Comparison of NATs and SNATs
A SNAT is similar to a NAT, except for the differences listed in this table.
NATs | SNATs |
---|---|
You can map only one original address to a translation address. | You can map multiple original addresses to a single translation address. You can even map all node addresses on your network to a single public IP address, in a single SNAT object. |
All ports on the internal node are open. | By default, SNATs support UDP and TCP only. This makes a SNAT more secure than a NAT. |
Local Traffic Manager™ does not track NAT connections. | Local Traffic Manager tracks SNAT connections, which, in turn, allows SNATs and virtual servers to use the same public IP addresses. |
You must explicitly enable a NAT on the internal VLAN where the internal node’s traffic arrives on the BIG-IP® system. | By default, a SNAT that you create is enabled on all VLANs. |
About NATs
In some cases, you might want to allow a client on an external network to send a request directly to a specific internal node (thus bypassing the normal load balancing server selection). To send a request directly to an internal server, a client normally needs to know the internal node’s IP address, which is typically a private class IP address. Because private class IP addresses are non-routable, you can instead create a network translation address (NAT). A NAT is a feature of BIG-IP® Local Traffic Manager™that provides a routable IP address that an external node can use to send traffic to, or receive traffic from, an internal node.

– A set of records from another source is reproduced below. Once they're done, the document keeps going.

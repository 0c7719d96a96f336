import type { z } from "zod";
import type { RunFilter, RunPage, RunView } from "../../shared/schemas/run";
import { leftOutIn, type StoredLeftOut } from "../histories/left-out";
import { decodeCursor, pageFrom } from "../lib/cursor";
import { rows } from "../lib/db";
import { type Actor, abilities, visible } from "../lib/policy";
import { isoInstant } from "../lib/sql-instant";
import type { Run } from "../models/instrument";
import { runPolicy } from "../policies";

type Found = Omit<RunView, "can" | "recordedAt" | "leftOut"> & {
  recordedAt: Date;
  leftOut: StoredLeftOut | null;
};

const SELECT_RUNS = `SELECT r.id, r.site_id AS "siteId", r.instrument_id AS "instrumentId", i.name AS "instrumentName", i.serial_number AS "serialNumber",
    r.worker_id AS "workerId", w.name AS "workerName", a.name AS "areaName", r.task_id AS "taskId", t.name AS "taskName", r.survey_id AS "surveyId",
    y.name AS "surveyName", r.place, r.date::text AS date, r.shift_id AS "shiftId", r.is_out AS "isOut", ${isoInstant("lower(r.span)")} AS "outAt",
    ${isoInstant("upper(r.span)")} AS "backAt", r.is_void AS "isVoid", r.revision,
    v.duration_min AS "durationMin", v.check_before_db AS "checkBeforeDb", v.check_after_db AS "checkAfterDb", v.covers, v.kept_reason AS "keptReason",
    v.doubts, v.left_out AS "leftOut", v.unusual, u.name AS "authorName", v.created_at AS "recordedAt",
    (SELECT h.id FROM time_histories h WHERE h.run_id = r.id AND NOT h.is_void) AS "historyId",
    coalesce((SELECT json_agg(json_build_object('id', f.id, 'name', f.name, 'mediaType', f.media_type) ORDER BY x.added_at, f.id)
     FROM run_files x JOIN files f ON f.id = x.file_id WHERE x.run_id = r.id), '[]') AS files,
    coalesce((SELECT json_agg(json_build_object(
       'settings', json_build_object('criterionLevelDb', g.criterion_level_db, 'exchangeRateDb', g.exchange_rate_db, 'thresholdDb', g.threshold_db, 'weighting', g.weighting, 'response', g.response),
       'dosePct', g.dose_pct, 'averageDb', g.average_db, 'lceqDb', g.lceq_db, 'lasMaxDb', g.las_max_db,
       'peak', CASE WHEN g.peak_db IS NOT NULL THEN json_build_object('levelDb', g.peak_db, 'weighting', g.peak_weighting) END,
       'octaveBandsDb', g.octave_bands_db, 'source', g.source) ORDER BY g.position)
     FROM readings g WHERE g.run_revision_id = v.id), '[]') AS readings
  FROM runs r JOIN run_revisions v ON v.id = r.current_revision_id JOIN instruments i ON i.id = r.instrument_id
  LEFT JOIN workers w ON w.id = r.worker_id LEFT JOIN areas a ON a.id = r.area_id LEFT JOIN tasks t ON t.id = r.task_id
  LEFT JOIN surveys y ON y.id = r.survey_id LEFT JOIN users u ON u.id = v.author_id`;

const present = (actor: Actor, { recordedAt, leftOut, ...run }: Found): RunView => ({
  ...run,
  leftOut: (leftOut && leftOutIn(leftOut, null)) ?? undefined,
  recordedAt: recordedAt.toISOString(),
  can: abilities(runPolicy, actor, run),
});

export async function listRuns(
  actor: Actor,
  filter: z.output<typeof RunFilter>,
): Promise<z.input<typeof RunPage>> {
  const cursor = decodeCursor(filter.cursor, 2);
  const conditions = [visible(runPolicy, actor, "r")];
  if (filter.workerId) conditions.push("r.worker_id = :workerId");
  if (filter.instrumentId) conditions.push("r.instrument_id = :instrumentId");
  if (filter.siteId) conditions.push("r.site_id = :siteId");
  if (filter.surveyId) conditions.push("r.survey_id = :surveyId");
  if (filter.taskId) conditions.push("r.task_id = :taskId");
  if (filter.date) conditions.push("r.date = :date");
  if (cursor)
    conditions.push("(r.date, r.id) < (CAST(:beforeDate AS date), CAST(:beforeId AS uuid))");
  const found = await rows<Found>(
    `${SELECT_RUNS} WHERE ${conditions.join(" AND ")} ORDER BY r.date DESC, r.id DESC LIMIT :limit`,
    {
      workerId: filter.workerId,
      instrumentId: filter.instrumentId,
      siteId: filter.siteId,
      surveyId: filter.surveyId,
      taskId: filter.taskId,
      date: filter.date,
      beforeDate: cursor?.[0] ?? null,
      beforeId: cursor?.[1] ?? null,
      limit: filter.limit + 1,
    },
  );
  return pageFrom(
    found.map((one) => present(actor, one)),
    filter.limit,
    ({ date, id }) => [date, id],
  );
}

export async function runView(actor: Actor, run: Run): Promise<RunView> {
  const [found] = await rows<Found>(`${SELECT_RUNS} WHERE r.id = :id`, { id: run.id });
  return present(actor, found as Found);
}
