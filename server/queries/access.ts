import type { z } from "zod";
import type { ReaderView, ReadFilter, ReadPage } from "../../shared/schemas/access";
import { decodeTimeCursor, pageFrom } from "../lib/cursor";
import { rows } from "../lib/db";
import { inForce } from "../lib/grants";
import { type Actor, visible } from "../lib/policy";
import { readLogPolicy } from "../policies";

type Reader = Omit<ReaderView, "endsAt"> & { endsAt: Date | null };

const READERS = `SELECT u.id AS "userId", u.name, CASE WHEN g.year IS NULL THEN g.role ELSE 'visitor' END AS role,
    s.name AS "siteName", g.year, g.ends_at AS "endsAt", s.time_zone AS "timeZone", g.employer_name AS "employerName", %CREW% AS "crewName"
  FROM role_grants g JOIN users u ON u.id = g.user_id AND u.revoked_at IS NULL LEFT JOIN sites s ON s.id = g.site_id`;
const readers = (crew: string) => READERS.replace("%CREW%", crew);
const ORDER =
  "ORDER BY array_position(ARRAY['officer', 'supervisor', 'auditor', 'administrator', 'employer', 'visitor'], x.role), x.name, x.\"userId\", x.\"siteName\", x.\"crewName\"";

const present = (found: readonly Reader[]): ReaderView[] =>
  found.map(({ endsAt, ...reader }) => ({ ...reader, endsAt: endsAt?.toISOString() ?? null }));

/**
 * Everybody whom a grant in force lets read a worker's record today, as the policies of days and workers do: who is
 * named there has to be named here (tests/api/access.test.ts holds the two against each other).
 */
export async function readersOfWorker(workerId: string): Promise<ReaderView[]> {
  const ofSite = "(g.site_id IS NULL OR g.site_id = w.site_id)";
  return present(
    await rows<Reader>(
      `SELECT x.* FROM (
         ${readers("NULL::text")} CROSS JOIN workers w
         WHERE w.id = :workerId AND ${inForce("g")} AND (
           (g.role IN ('officer', 'auditor', 'administrator') AND g.year IS NULL AND ${ofSite})
           OR (g.year IS NOT NULL AND EXISTS (SELECT 1 FROM days v WHERE v.worker_id = w.id AND v.site_id = g.site_id
             AND v.date >= make_date(g.year, 1, 1) AND v.date <= make_date(g.year, 12, 31)))
           OR (g.role = 'employer' AND (g.site_id = w.site_id OR EXISTS (SELECT 1 FROM days v WHERE v.worker_id = w.id AND v.site_id = g.site_id))
             AND EXISTS (SELECT 1 FROM worker_employers e WHERE e.worker_id = w.id AND e.employer = g.employer_kind AND e.employer_name = g.employer_name)))
         UNION ALL
         SELECT DISTINCT u.id, u.name, 'supervisor', NULL::text, NULL::int,
           least(upper(m.valid), upper(v.valid))::timestamp AT TIME ZONE s.time_zone, s.time_zone, NULL::text, c.name
         FROM crew_memberships m JOIN crews c ON c.id = m.crew_id JOIN sites s ON s.id = c.site_id JOIN crew_supervisors v ON v.crew_id = c.id
           JOIN users u ON u.id = v.user_id AND u.revoked_at IS NULL
         WHERE m.worker_id = :workerId AND m.valid @> current_date AND v.valid @> current_date
           AND EXISTS (SELECT 1 FROM role_grants g WHERE g.user_id = u.id AND g.role = 'supervisor' AND ${inForce("g")})) x ${ORDER}`,
      { workerId },
    ),
  );
}

/** Who sees somebody's account and what they did here: administrators, and auditors by the trail. */
export async function readersOfAccount(): Promise<ReaderView[]> {
  return present(
    await rows<Reader>(
      `SELECT x.* FROM (${readers("NULL::text")} WHERE g.role IN ('administrator', 'auditor') AND g.year IS NULL AND ${inForce("g")}) x ${ORDER}`,
    ),
  );
}

/** Who read whose record, the latest first. */
export async function listReads(
  actor: Actor,
  filter: z.output<typeof ReadFilter>,
): Promise<z.input<typeof ReadPage>> {
  const before = decodeTimeCursor(filter.cursor);
  const conditions = [
    visible(readLogPolicy, actor, "r"),
    filter.workerId && "r.worker_id = :workerId",
    filter.readerId && "r.reader_id = :readerId",
    before && "(r.first_at, r.id) < (CAST(:at AS timestamptz), CAST(:id AS uuid))",
  ].filter(Boolean);
  const found = await rows<z.input<typeof ReadPage>["rows"][number]>(
    `SELECT r.id, r.reader_id AS "readerId", u.name AS "readerName", r.worker_id AS "workerId", w.name AS "workerName", s.name AS "siteName",
       s.time_zone AS "timeZone", r.year, r.kind, r.read_on::text AS "readOn", to_char(r.first_at AT TIME ZONE 'UTC', 'YYYY-MM-DD"T"HH24:MI:SS.US"Z"') AS "firstAt"
     FROM record_reads r JOIN users u ON u.id = r.reader_id JOIN sites s ON s.id = r.site_id LEFT JOIN workers w ON w.id = r.worker_id
     WHERE ${conditions.join(" AND ")} ORDER BY r.first_at DESC, r.id DESC LIMIT :limit`,
    {
      workerId: filter.workerId,
      readerId: filter.readerId,
      at: before?.at ?? null,
      id: before?.id ?? null,
      limit: filter.limit + 1,
    },
  );
  return pageFrom(found, filter.limit, ({ firstAt, id }) => [firstAt, id]);
}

More specifically, a NAT is an address translation object that instructs Local Traffic Manager (LTM®) to translate one IP address in a packet header to another IP address. A NAT consists of a one-to-one mapping of a public IP address to an internal private class IP address.
You can use a NAT in two different ways:
- To translate a private class destination address to a public address
- When an external node sends traffic to the public IP address defined in a NAT, Local Traffic Manager automatically translates that destination address to the associated private class IP address, which represents a specific node on the internal network. This translation is hidden from the external node that sent the traffic.
- To translate a private class source address to a public address
- You can also use a NAT to translate an internal node’s private class source IP address to a public IP address. This translation is hidden from the external node that receives the traffic.
To summarize, a NAT provides a routable address for sending packets to or from a node that has a private class IP address.
When you create a NAT, you can map only one private class IP address to a specific public IP address. That is, a NAT always represents a one-to-one mapping between a private class IP address and a public IP address. If you want to map more than one private class IP address (that is, multiple internal nodes) to a single public IP address, you can create a SNAT instead.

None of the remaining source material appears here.